Similarly we could have started with a spacetime S3×S1 and a map g:S3×S1→SU(N). We can think of S3×S1 as associating a circle to every point in S3. Write the coordinate of S3 as →n and of S1 as ϕ. For a fixed value of →n, think of gradually shrinking our circle to a point, creating the space S3×D2. We can extend our map to gs:S3×D2→SU(N) by gradually trivializing the map g(→n,ϕ) for a fixed value of →n such that at the point of collapse g0(→n)=g(→n,0). Note that this is possible by π1(SU(N))=0. Note that our spacetime again lives on the boundary: ∂(S3×D2)=S3×S1. We again define SWZ=∫S3×D2g∗s(ωWZ). Also, again, to prove it is well-defined we consider the glued map hs:S3×S2→SU(N). Again this is a five-dimensional closed manifold so defines an element of H5(SU(N)) and we can rewrite SWZ=[ωWZ]([S3×S2]h).
But... is it clear that SWZ=[ωWZ]([S3×S2]h) is an integer? We don't have the luxury as before where we could normalize our term such that we get integers, because we have already normalized it such that [ωWZ]([S5]f)=1 (where f corresponded to 1∈π5(SU(N))). In principle it is possible that for example [ωWZ]([M5]i)=12 for some five-dimensional manifold embedded by i:M5→SU(N). Indeed, Witten mentions on p434 of ``Current algebra, baryons and quark confinement'' that there are indeed such examples! But it turns out that this can't happen if M5=S3×S2 :) To see this, we have to prove that if f:S3×S2→SU(N) defines an element [S3×S2]f that we can find a map g:S5×SU(N) such that [S3×S2]f=[S5]g. Now if you scroll up and see how I introduced homology above, you see that all we need to show is that there is a manifold M whose boundary ∂M is S3×S2 and S5 (this is called a cobordism between these two manifolds) and a map k:M→SU(N) such that on the boundary k reduces to f and g.

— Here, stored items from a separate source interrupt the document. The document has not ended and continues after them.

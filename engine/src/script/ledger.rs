//! `Ledger` in scripts: shipped sets of constants and changes to them.

use rhai::plugin::*;
use rhai::{Array, Dynamic, Map};

use super::named::named;
use super::reaction::{temperature, told};
use super::show::Style;
use super::{Fail, Host, ScriptResult, Vocabulary, fail};
use crate::chem::{Element, Reaction, Species, rational};
use crate::equilibrium::acid_base::{ALKALINITY_PH, ZeroLevel};
use crate::ledger::file::{self, FileFault};
use crate::ledger::shipped::{self, ShippedError};
use crate::ledger::{
    ActivityChoice, Alternative, Audit, Cycle, GasModel, Ledger, Reconciliation, save as ledger_text,
};
use crate::nearest::nearest;
use crate::present::{Cell, Column, Table};
use crate::text::count;
use crate::units::Temperature;

/// Registers the type.
pub(super) fn register(vocabulary: &mut Vocabulary) {
    vocabulary
        .module(rhai::exported_module!(ledger_functions))
        .pure(&["ledger", "with_reaction", "replace", "without", "merge", "with_activity_model", "derive"])
        .pure(&["with_gas_model"])
        .pure(&["audit", "reconcile", "moved", "reconciliation", "assume_sigma", "alternatives", "choose"])
        .pure(&["load_ledger"])
        .pure(&["species_of", "find", "phases", "gases", "sources", "alkalinity_table", "table"])
        .quoted(words)
        .native::<Ledger>("Ledger", show);
}

/// Species and phases of the shipped ledgers, for completion inside quotes.
fn words() -> Vec<String> {
    let mut words: Vec<String> = Vec::new();
    for ledger in shipped::names().iter().filter_map(|name| shipped::as_shipped(name).ok()) {
        words.push(ledger.name().to_string());
        words.extend(ledger.species().map(|species| species.key().to_string()));
        words.extend(ledger.names().map(str::to_string));
    }
    words.sort();
    words.dedup();
    words
}

fn show(ledger: &Ledger, _: &Style) -> String {
    let edition = ledger.edition().map(|edition| format!(", edition {edition}")).unwrap_or_default();
    let solids = ledger.species().filter(|species| species.is_solid()).count();
    let solutes = ledger.species().filter(|species| species.is_solute()).count();
    let formation_data = match ledger.formation_data().count() {
        0 => String::new(),
        number => format!("formation data of {number} species, "),
    };
    let reconciled = ledger.reconciliation().map_or_else(String::new, |r| format!(", {}", reconciled(r)));
    format!(
        "ledger {}{edition}: {}, {}, {}, {formation_data}{} activities, digest {}{reconciled}",
        ledger.name(),
        count(ledger.names().count(), "reaction"),
        count(solutes, "solute"),
        count(solids, "solid"),
        activity_name(ledger.activity()),
        ledger.digest()
    )
}

fn activity_name(choice: &ActivityChoice) -> &'static str {
    match choice {
        ActivityChoice::Ideal => "ideal",
        ActivityChoice::Davies { .. } => "Davies",
        ActivityChoice::DebyeHuckel(_) => "extended Debye-Hueckel",
        ActivityChoice::TruesdellJones(_) => "Truesdell-Jones",
        ActivityChoice::Sit(_) => "specific ion interaction",
    }
}

impl From<ShippedError> for Fail {
    fn from(error: ShippedError) -> Self {
        fail(error.to_string()).argument(0)
    }
}
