impl Point {
    pub(super) fn evaluate(&mut self, reduced: &Reduced) {
        let n = reduced.n();
        self.ln_c.clear();
        let mut largest = f64::NEG_INFINITY;
        for i in 0..reduced.species.len() {
            let mut ln_c = reduced.g[i];
            for &(k, nu) in reduced.row(i) {
                ln_c += nu * self.y[k as usize];
            }
            largest = if ln_c > largest { ln_c } else { largest };
            self.ln_c.push(ln_c);
        }
        self.c.clear();
        self.c.extend(self.ln_c.iter().map(|ln_c| ln_c.exp()));
        let Self { supply, demand, ln_p, ln_n, per_p, per_n, residual, .. } = self;
        for sums in [supply, demand, ln_p, ln_n, per_p, per_n, residual] {
            sums.clear();
            sums.resize(n, 0.0);
        }
        self.shift.clear();
        self.shift.resize(n, (0.0, 0.0));
        self.shifted = largest > LARGE;
        if !self.shifted {
            self.add_up(reduced);
        }
        if self.shifted || !self.worst.is_finite() || self.has_lost_precision() {
            self.add_up_shifted(reduced);
        }
    }

    fn add_up(&mut self, reduced: &Reduced) {
        for (i, c) in self.c.iter().enumerate() {
            let c = reduced.sign(i) * c;
            for &(k, nu) in reduced.row(i) {
                let term = nu * c;
                if term > 0.0 {
                    self.supply[k as usize] += term;
                } else {
                    self.demand[k as usize] -= term;
                }
            }
        }
        self.worst = 0.0;
        for k in 0..reduced.n() {
            let b = reduced.b[k];
            let (p, n) = (self.supply[k] + (-b).max(0.0), self.demand[k] + b.max(0.0));
            (self.ln_p[k], self.ln_n[k]) = (p.ln(), n.ln());
            (self.per_p[k], self.per_n[k]) = (1.0 / p, 1.0 / n);
            self.finish(k);
        }
    }

    /// Whether a sum is so small that its terms are no longer normal numbers.
    fn has_lost_precision(&self) -> bool {
        self.ln_p.iter().chain(&self.ln_n).any(|ln_sum| *ln_sum < -LARGE)
    }

    /// The same where a sum over- or underflows: every sum relative to its largest term.
    fn add_up_shifted(&mut self, reduced: &Reduced) {
        self.shifted = true;
        let none = f64::NEG_INFINITY;
        for (shift, b) in self.shift.iter_mut().zip(&reduced.b) {
            let ln_b = b.abs().ln();
            *shift = if *b < 0.0 { (ln_b, none) } else { (none, ln_b) };
        }
        for i in 0..reduced.species.len() {
            for &(k, nu) in reduced.row(i) {
                let shift = &mut self.shift[k as usize];
                let side = if reduced.sign(i) * nu > 0.0 { &mut shift.0 } else { &mut shift.1 };
                *side = side.max(self.ln_c[i] + nu.abs().ln());
            }
        }
        self.supply.fill(0.0);
        self.demand.fill(0.0);
        for i in 0..reduced.species.len() {
            for &(k, nu) in reduced.row(i) {
                let (k, (up, down)) = (k as usize, self.shift[k as usize]);
                let nu = reduced.sign(i) * nu;
                if nu > 0.0 {
                    self.supply[k] += nu * (self.ln_c[i] - up).exp();
                } else {
                    self.demand[k] -= nu * (self.ln_c[i] - down).exp();
                }
            }
        }
        self.worst = 0.0;
        for k in 0..reduced.n() {
            let (b, (up, down)) = (reduced.b[k], self.shift[k]);
            let with =
                |sum: f64, b: f64, shift: f64| sum + if b > 0.0 { (b.ln() - shift).exp() } else { 0.0 };
            self.ln_p[k] = up + with(self.supply[k], -b, up).ln();
            self.ln_n[k] = down + with(self.demand[k], b, down).ln();
            self.finish(k);
        }
    }

    /// F_j from its two sums; keeps a residual that is not finite visible.
    fn finish(&mut self, k: usize) {
        self.residual[k] = self.ln_p[k] - self.ln_n[k];
        let size = self.residual[k].abs();
        if size > self.worst || size.is_nan() {
            self.worst = if size.is_finite() { size } else { f64::INFINITY };
        }
    }

    /// `ν c` over the side of the balance that it belongs to.
    fn weight(&self, i: usize, k: usize, nu: f64) -> f64 {
        if !self.shifted {
            return nu * self.c[i] * if nu > 0.0 { self.per_p[k] } else { self.per_n[k] };
        }
        let ln_side = if nu > 0.0 { self.ln_p[k] } else { self.ln_n[k] };
        nu * (self.ln_c[i] - ln_side).exp()
    }

    /// Jacobian of F by rows.
    pub(super) fn jacobian(&self, reduced: &Reduced, jacobian: &mut Vec<f64>) {
        let n = reduced.n();
        jacobian.clear();
        jacobian.resize(n * n, 0.0);
        for i in 0..reduced.species.len() {
            let (row, sign) = (reduced.row(i), reduced.sign(i));
            for &(j, nu) in row {
                let j = j as usize;
                let weight = self.weight(i, j, sign * nu);
                let target = &mut jacobian[j * n..(j + 1) * n];
                for &(k, other) in row {
                    target[k as usize] += weight * other;
                }
            }
        }
    }

    /// Reciprocal of P_j.
    pub(super) fn per_supply(&self, j: usize) -> f64 {
        (-self.ln_p[j]).exp()
    }

    /// The Jacobian with every term taken absolute, and a bound on the rounding of each F_j.
    pub(super) fn absolute_jacobian(&self, reduced: &Reduced) -> (Vec<f64>, Vec<f64>) {
        let n = reduced.n();
        let (mut absolute, mut rounding) = (vec![0.0; n * n], vec![4.0 * f64::EPSILON; n]);
        for i in 0..reduced.species.len() {
            let ln_c_rounding = reduced.rounding(i, &self.y);
            for &(j, nu) in reduced.row(i) {
                let j = j as usize;
                let weight = self.weight(i, j, reduced.sign(i) * nu).abs();
                rounding[j] += weight * ln_c_rounding;
                for &(k, other) in reduced.row(i) {
                    absolute[j * n + k as usize] += weight * other.abs();
                }
            }
        }
        (absolute, rounding)
    }

    /// Scale that keeps Φ finite.
    fn phi_shift(&self) -> f64 {
        let largest = self.ln_c.iter().copied().fold(0.0, f64::max);
        if largest > LARGE { largest - LARGE } else { 0.0 }
    }

    /// Φ here minus Φ at `from`, over exp(shift), term by term so that small terms count.
    fn phi_above(&self, from: &Self, reduced: &Reduced, shift: f64) -> f64 {
        let species: f64 = if shift == 0.0 {
            self.c.iter().zip(&from.c).map(|(new, old)| new - old).sum()
        } else {
            self.ln_c.iter().zip(&from.ln_c).map(|(new, old)| (new - shift).exp() - (old - shift).exp()).sum()
        };
        let totals: f64 =
            self.y.iter().zip(&from.y).zip(&reduced.b).map(|((new, old), b)| b * (new - old)).sum();
        species - totals * (-shift).exp()
    }

    /// Slope of Φ along a step, over exp(shift).
    fn slope(&self, step: &[f64], shift: f64) -> f64 {
        let gradient = |k: usize| (self.ln_p[k] - shift).exp() - (self.ln_n[k] - shift).exp();
        step.iter().enumerate().map(|(k, d)| gradient(k) * d).sum()
    }

    /// The logarithmic change of level that closes balance k if all its terms scale with the level (by ± one power).
    fn balancing_change(&self, reduced: &Reduced, k: usize) -> f64 {
        let (up, down) = self.shift[k];
        let (ln_supply, ln_demand) = (up + self.supply[k].ln(), down + self.demand[k].ln());
        let b = reduced.b[k];
        if b == 0.0 {
            return (ln_demand - ln_supply) / 2.0;
        }
        let ln_b = b.abs().ln();
        let mean = (ln_supply + ln_demand) / 2.0;
        let scale = ln_b.max(mean);
        let (b_part, product) = ((ln_b - scale).exp(), (2.0 * (mean - scale)).exp());
        let ln_root = scale + ((b_part + (b_part * b_part + 4.0 * product).sqrt()) / 2.0).ln();
        if b > 0.0 { ln_root - ln_supply } else { ln_demand - ln_root }
    }
}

As I was writing this I thought I had an argument for this, but it didn't work out. I am pretty sure there must be a way of seeing it, but it's pretty late here and I should call it a day. I will try and complete the argument soon, but I also welcome any pointers. Witten on p434 implies all you need is π2(SU(3))=0.
So that at least shows things are consistent: the WZ term is well-defined, even if we take our spacetime to be S3×S1. But I feel part of your question is also: can we get different physical phenomena depending on these two spacetimes? And that should indeed be possible: a S3×S1 spacetime allows for non-trivial configurations in the far past (i.e. non-zero global soliton number), whereas a S4 spacetime assumes everything becomes constant in the far past/future. So yes the physics can in principle be different, but the above shows how everything is well-defined in either case. I have tried to clarify the relationship between different kinds of topological information and defining the WZ term. As a quick recap: to define the WZ term starting from two dimensions and spacetime S2, you use π2(SU(N))=0 to extend the map (with the auxiliary space D3). To define the WZ term starting from a S4 spacetime, you use π4(SU(N))=0 to extend the map (with the auxiliary space D5). And if you start from S3×S1 you use π1(SU(N))=0 to get a map on the auxiliary space S3×D2. Moreover we saw how one needs to check that the last two definitions are consistent/well-defined (they are). Lastly there is the comment that in principle the physics can depend on the choice of relevant spacetime.